Cockenspiel · 02/01/2021 23:29

For gods sake OP, wake up!!

Know that whatever you have accepted treatment wise thus far is what you’ve got to look forward to..

You don’t need to sleepwalk into further disaster with this utter douchebag.

Audreyseyebrows · 02/01/2021 23:33

Stop letting him treat you all like this!
Stop being a fool!

Werkwerkwerkwerkwerk · 02/01/2021 23:38

I don't think you have children from your posts so far.
The vulnerability involved in having a child, as a woman; I don't think you fully grasp that until it happens. But the pain this will have caused his partner... If you were to fall pregnant by him, make no mistake, he will do the same to you.
This was a wake up call, that your partner wasn't the one for you. But stop playing the pick me dance- doesn't it repulse you to think how smug he must be feeling. These men don't think you're star-crossed lovers, or that you are incredibly special. They just grab on to the first one that will accept their BS (as most women won't), as they are narcissists, and need to cheat to feel special.
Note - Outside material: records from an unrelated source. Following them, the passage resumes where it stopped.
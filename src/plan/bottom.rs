//! B1: which bars run on, where the rest stop, and their laps at inner supports (D11, D13, D14, D16, D18).

use super::ends::{BottomEnd, Ends};
use super::pattern::{self, Turn};
use super::{Along, Layer, Role, Run, Work, cut, lines};
use crate::base::{down, mm, up};
use crate::job::Bars;
use crate::rules::anchorage::{self, Bar, Bond};
use crate::steel::made::{End, Form, between};
use crate::trace::{Step, ec2, rule};

/// Lines of B1 in a span; those of every second span stand in contact beside the lines of the first (D18).
fn span_lines(work: &Work, k: usize) -> Vec<f64> {
    let slab = work.slab;
    let bars = &slab.spans[k].bottom.value;
    let base = lines::across(slab.width.value, work.side(), bars.size, bars.spacing);
    if k.is_multiple_of(2) {
        return base;
    }
    let neighbours = [k.checked_sub(1), Some(k + 1)];
    let beside = neighbours.iter().flatten().filter_map(|n| slab.spans.get(*n)).map(|s| s.bottom.value.size).max().unwrap_or(0);
    let by = f64::from(bars.size + beside) / 2.0;
    lines::beside(&base, by, slab.width.value - work.side() - f64::from(bars.size) / 2.0)
}

/// What is known of a span before its bars are made.
struct SpanSet {
    bars: Bars,
    lines: Vec<f64>,
    turn: Turn,
    /// Parity of the lines that run on at the left, and at the right.
    phase: [usize; 2],
    stop: [f64; 2],
}

pub(super) fn plan(work: &mut Work, ends: &Ends) {
    let count = work.slab.spans.len();
    let mut sets: Vec<SpanSet> = Vec::new();
    for k in 0..count {
        let set = decide(work, k, ends, sets.last());
        sets.push(set);
    }
    for k in (1..count).step_by(2) {
        sets[k].lines = clear_of_neighbours(work, k, &sets);
    }
    let half_laps: Vec<f64> = (1..count).map(|j| half_lap(work, j, &sets)).collect();
    let mut right_ends: Option<f64> = None;
    for (k, set) in sets.iter().enumerate() {
        right_ends = place(work, k, set, ends, &half_laps, right_ends);
    }
}

/// Lines of a set's bars that run on at one end.
fn on_lines(set: &SpanSet, right_end: bool) -> Vec<f64> {
    let parts = pattern::parts(set.turn, &set.lines, set.phase[0]).into_iter();
    parts.filter(|p| if right_end { p.right_on } else { p.left_on }).flat_map(|p| p.lines).collect()
}

/// Where the spacings of neighbouring spans differ, their lines drift past one another: a bar that would meet one it laps with
/// moves into contact beside it.
fn clear_of_neighbours(work: &Work, k: usize, sets: &[SpanSet]) -> Vec<f64> {
    let size = f64::from(sets[k].bars.size);
    let of = |set: &SpanSet, right_end: bool| -> Vec<(f64, f64)> { on_lines(set, right_end).into_iter().map(|y| (y, f64::from(set.bars.size))).collect() };
    let mut others = of(&sets[k - 1], true);
    others.extend(sets.get(k + 1).map(|next| of(next, false)).unwrap_or_default());
    let (low, high) = (work.side() + size / 2.0, work.slab.width.value - work.side() - size / 2.0);
    let standing = lines::Standing::new(others);
    sets[k].lines.iter().map(|y| standing.clear(*y, size, low, high)).collect()
}

fn decide(work: &mut Work, k: usize, ends: &Ends, before: Option<&SpanSet>) -> SpanSet {
    let bars = work.slab.spans[k].bottom.value.clone();
    let stop = [stop(work, k, true), stop(work, k, false)];
    let address = format!("span:{}/B1", k + 1);
    let share = work.basis.curtailment.value.bottom.on_share;
    let mut full = pattern::all_run_on(work, &bars, work.bottom_depth(bars.size));
    if full.is_none() && share > 0.5 {
        full = Some(format!("the rule sheet runs on {} % of the bars, more than pairs can give", mm(share * 100.0)));
    }
    if full.is_none() && stop[1] - stop[0] < 300.0 {
        full = Some("the span is too short for bars that stop".into());
    }
    // The laps are not known yet; they are alike at both inner ends, so a trial half-lap tells whether a reversed pair is one mark.
    let trial = up(trial_lap(work, &bars) / 2.0, 25.0);
    let one = full.is_none() && reversed_forms(work, k, &stop, ends, &bars, [trial, trial]).is_some();
    let turn = pattern::choose(work, &address, full, one);
    let left_phase = match (turn, before) {
        (Turn::Reversed, Some(b)) => b.phase[1],
        // Nothing on the left to meet: leave the even lines for the right, where the long bars of a next span stand.
        (Turn::Reversed, None) => 1,
        _ => 0,
    };
    let right_phase = if turn == Turn::Reversed { 1 - left_phase } else { 0 };
    let lines = span_lines(work, k);
    let called = &work.slab.spans[k].bottom;
    let steps = vec![
        Step::new("bars of the design", "", called.value.text(&work.basis.bar_letter)).at(&called.at),
        Step::new(
            "number across the width",
            format!("ceil(({} - 2 × {} - {})/{}) + 1", mm(work.slab.width.value), mm(work.side()), bars.size, mm(bars.spacing)),
            lines.len().to_string(),
        )
        .cited(rule("D19"))
        .at(&work.slab.width.at),
    ];
    work.explain(&format!("{address}/count"), steps);
    SpanSet { bars, lines, turn, phase: [left_phase, right_phase], stop }
}

/// Where the bars that stop may stop: measured from the support line, then from the grid to 25 mm, so that the bar gets longer.
fn stop(work: &mut Work, k: usize, left: bool) -> f64 {
    let sheet = work.basis.curtailment.value.clone();
    let span = work.stations.spans[k].clone();
    let support = if left { k } else { k + 1 };
    let at_end = support == 0 || support == work.stations.last();
    let share = if at_end { sheet.bottom.stop_end } else { sheet.bottom.stop_interior };
    let grid = work.stations.supports[support].centre;
    let line = if left { span.left_line } else { span.right_line };
    let exact = (line - grid).abs() * if (line > grid) == left { 1.0 } else { -1.0 } + share * span.effective;
    let rounded = down(exact, 25.0);
    let mut steps = super::stations::effective_steps(work, k);
    steps.push(
        Step::new(
            format!("stop no further than {} leff from the support line", crate::base::num(share, 3)),
            format!(
                "{} × {} = {}; the line is {} from grid {}",
                crate::base::num(share, 3),
                mm(span.effective),
                mm(share * span.effective),
                mm((line - grid).abs()),
                work.slab.supports[support].grid
            ),
            format!("{} mm from the grid", mm(exact)),
        )
        .cited(rule("D11"))
        .at(&work.basis.curtailment.at),
    );
    steps.push(Step::new("from the grid, down to 25 mm", mm(exact), format!("{} mm", mm(rounded))).cited(rule("D16")));
    work.explain(&format!("span:{}/B1/stop-{}", k + 1, if left { "left" } else { "right" }), steps);
    if left { grid + rounded } else { grid - rounded }
}

fn lap_bar(work: &Work, size: u32, clear_gap: f64) -> Bar {
    let cover = work.slab.cover.bottom.value;
    let form = anchorage::Form::Straight;
    Bar { size, fck: work.fck(), sigma: work.fyd(), bond: Bond::Good, cd: anchorage::cd(clear_gap, work.side(), cover, form), form }
}

fn trial_lap(work: &Work, bars: &Bars) -> f64 {
    anchorage::lap(&lap_bar(work, bars.size, bars.spacing), work.basis.lap_share.value, work.basis.least_lap.value).value
}

/// Whether the bars of a span that run on will be longer than may be scheduled.
fn is_cut(work: &Work, k: usize) -> bool {
    work.stations.spans[k].effective + trial_lap(work, &work.slab.spans[k].bottom.value) > work.basis.longest_bar.value
}

/// Half of the lap at an inner support, up to 25 mm from the grid, with what it grows by where its bars stand apart (D18).
fn half_lap(work: &mut Work, j: usize, sets: &[SpanSet]) -> f64 {
    let (left, right) = (&sets[j - 1], &sets[j]);
    let small = left.bars.size.min(right.bars.size);
    let (a, b) = (on_lines(left, true), on_lines(right, false));
    let apart = lines::worst_gap(&a, f64::from(left.bars.size), &b, f64::from(right.bars.size));
    // Every second piece of a bar that is cut stands aside by two sizes.
    let aside = [j - 1, j].into_iter().filter(|k| is_cut(work, *k)).map(|k| 2.0 * f64::from(sets[k].bars.size)).fold(0.0, f64::max);
    let apart = apart + aside;
    let on_spacing = |set: &SpanSet| if set.turn == Turn::Full { set.bars.spacing } else { 2.0 * set.bars.spacing };
    let between = on_spacing(left).min(on_spacing(right)) - f64::from(left.bars.size + right.bars.size);
    let lap = anchorage::lap(&lap_bar(work, small, between), work.basis.lap_share.value, work.basis.least_lap.value);
    let excess = anchorage::lap_excess(apart, small);
    let length = lap.value + excess;
    let half = up(length / 2.0, 25.0);
    work.plan.laps.push((small, 2.0 * half));
    let grid = work.slab.supports[j].grid.clone();
    let mut steps = vec![Step::new("lap of the bars that run on, by the smaller size", "", format!("size {small}")).cited(rule("D4, D18"))];
    steps.extend(lap.steps);
    steps.push(
        Step::new(
            "worst clear gap between lapping bars as placed",
            format!("{} mm; over min(4φ, 50) it is added", mm(apart)),
            format!("{} mm added", mm(excess)),
        )
        .cited(ec2("8.7.2(3)")),
    );
    steps.push(Step::new("half each side of the grid, up to 25 mm", format!("{}/2", mm(length)), format!("{} mm", mm(half))).cited(rule("D16, D18")));
    work.explain(&format!("support:{grid}/B1/lap"), steps);
    half
}

/// Forms of the ends of a bar that runs on.
fn on_form(work: &Work, k: usize, left: bool, ends: &Ends, half_laps: [f64; 2]) -> Form {
    let (support, end) = if left { (k, &ends.0[0]) } else { (k + 1, &ends.0[1]) };
    let (at_end, face) = match (support == 0, support == work.stations.last()) {
        (true, _) => (true, work.stations.start + work.side()),
        (_, true) => (true, work.stations.end - work.side()),
        _ => (false, 0.0),
    };
    if !at_end {
        let centre = work.stations.supports[support].centre;
        return Form::Straight(End::Lap(if left { centre - half_laps[0] } else { centre + half_laps[1] }));
    }
    match end.bottom {
        BottomEnd::Up { leg } => Form::Turned { face, leg, turn: 1.0 },
        BottomEnd::Straight | BottomEnd::Closed => Form::Straight(End::Face(face)),
    }
}

/// Forms of both ends of a bar of one part; a bar that stops may stop `extra` mm later.
fn forms(work: &Work, k: usize, on: [bool; 2], stop: &[f64; 2], ends: &Ends, halves: [f64; 2], extra: f64) -> [Form; 2] {
    let left = if on[0] { on_form(work, k, true, ends, halves) } else { Form::Straight(End::Free(stop[0] - extra)) };
    let right = if on[1] { on_form(work, k, false, ends, halves) } else { Form::Straight(End::Free(stop[1] + extra)) };
    [left, right]
}

fn reversed_forms(work: &Work, k: usize, stop: &[f64; 2], ends: &Ends, bars: &Bars, halves: [f64; 2]) -> Option<[[Form; 2]; 2]> {
    let one = |extra: f64| forms(work, k, [true, false], stop, ends, halves, extra);
    let other = |extra: f64| forms(work, k, [false, true], stop, ends, halves, extra);
    pattern::one_mark(bars.size, &work.basis.deduction, &one, &other)
}

/// Makes and places the bars of one span; returns where those that run on at the right end, for the next span's laps.
fn place(work: &mut Work, k: usize, set: &SpanSet, ends: &Ends, half_laps: &[f64], before: Option<f64>) -> Option<f64> {
    let half = |j: usize| j.checked_sub(1).and_then(|i| half_laps.get(i)).copied().unwrap_or(0.0);
    let halves = [half(k), half(k + 1)];
    let pair = if set.turn == Turn::Reversed { reversed_forms(work, k, &set.stop, ends, &set.bars, halves) } else { None };
    let mut reached = None;
    for part in pattern::parts(set.turn, &set.lines, set.phase[0]) {
        let forms = match &pair {
            Some([one, _]) if part.left_on => *one,
            Some([_, other]) => *other,
            None => forms(work, k, [part.left_on, part.right_on], &set.stop, ends, halves, 0.0),
        };
        let made = between(set.bars.size, forms[0], forms[1], &work.basis.deduction);
        let (low, high) = made.extent();
        let lap = if part.left_on { before.map_or(0.0, |b| (b - low).max(0.0)) } else { 0.0 };
        if part.right_on {
            reached = Some(high);
        }
        let run = Run {
            layer: Layer::B1,
            role: Role::SpanBottom,
            along: Along::X,
            made,
            lines: part.lines,
            z: work.slab.cover.bottom.value + f64::from(set.bars.size) / 2.0,
            spacing: set.bars.spacing,
            zone: work.address(&format!("span:{}/B1", k + 1)),
            lap,
            turn: part.turn,
        };
        cut::push(work, run, forms, 2.0);
    }
    reached
}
Mermaid92 · 02/01/2021 23:41

Thanks for all your comments guys.
Trust me i have had all of these thoughts in my head for quite some time. Im finding it difficult to leave when i gave up a healthy relationship to be with him, where a year ago i was so looking forward to trying for kids of my own and i feel ive throen my dreams away for him. My fault, I know. Also difficult as I work with him and will still have to speak to him in work every day. I have lived alone through lockdown for the past 8 months and he is the person that has been there for me all day every day when I have been struggling. I know ironic since I struggle because of his ways also. We are currently in lockdown and in different countries so unable to see each other anytime soon. He has done wrong but he's a wonderful dad and struggles a lot having less contact with baby. He was with babys mum for 10 years and has not done this before, confirmed by her. He says he stays over to help baby mum as she is working part time and also has baby who is now 2. He says he stays to do his part as he already feels like a failed father for leaving the relationship. He says he doesnt want baby mum to burn out and struggle through lockdown. He said he wont talk to me while hes there as he doesnt want to cause further conflict with baby mum and to cause more arguing in front if baby. Not sure if i should be understanding here or if im being a complete fool for considering staying.

OP posts:
Cantpickausername5 · 02/01/2021 23:43

How long does he plan to not tell his partner that he is a relationship with you? Another year, when baby's at school, at college? Or after a whole year have ye not talked about this? Just sitting around at home hoping for a man who cheated on his partner with a new born baby. I mean that's really really sad. You can get an absolute definite answer though, give him an ultimatum, tell him has till this date and if his not told her and started a proper official relationship with you or your done and actually mean it. And I'm talking weeks here, not another wasted year.

Bet anything he won't, because not one of us believes his leaving her and I even think you know he has no intention as otherwise you would have done it by now. Your intentionally living in this fantasy.

fastwigglylines · 02/01/2021 23:52

You are being a complete fool. There is no future in this. Walk away.

Plus, there's a child involved. Yes, you are being a homewrecker. Please start recognising the baby as an actual human being not just an inconvenience and leave her/his parents alone to sort their shit out.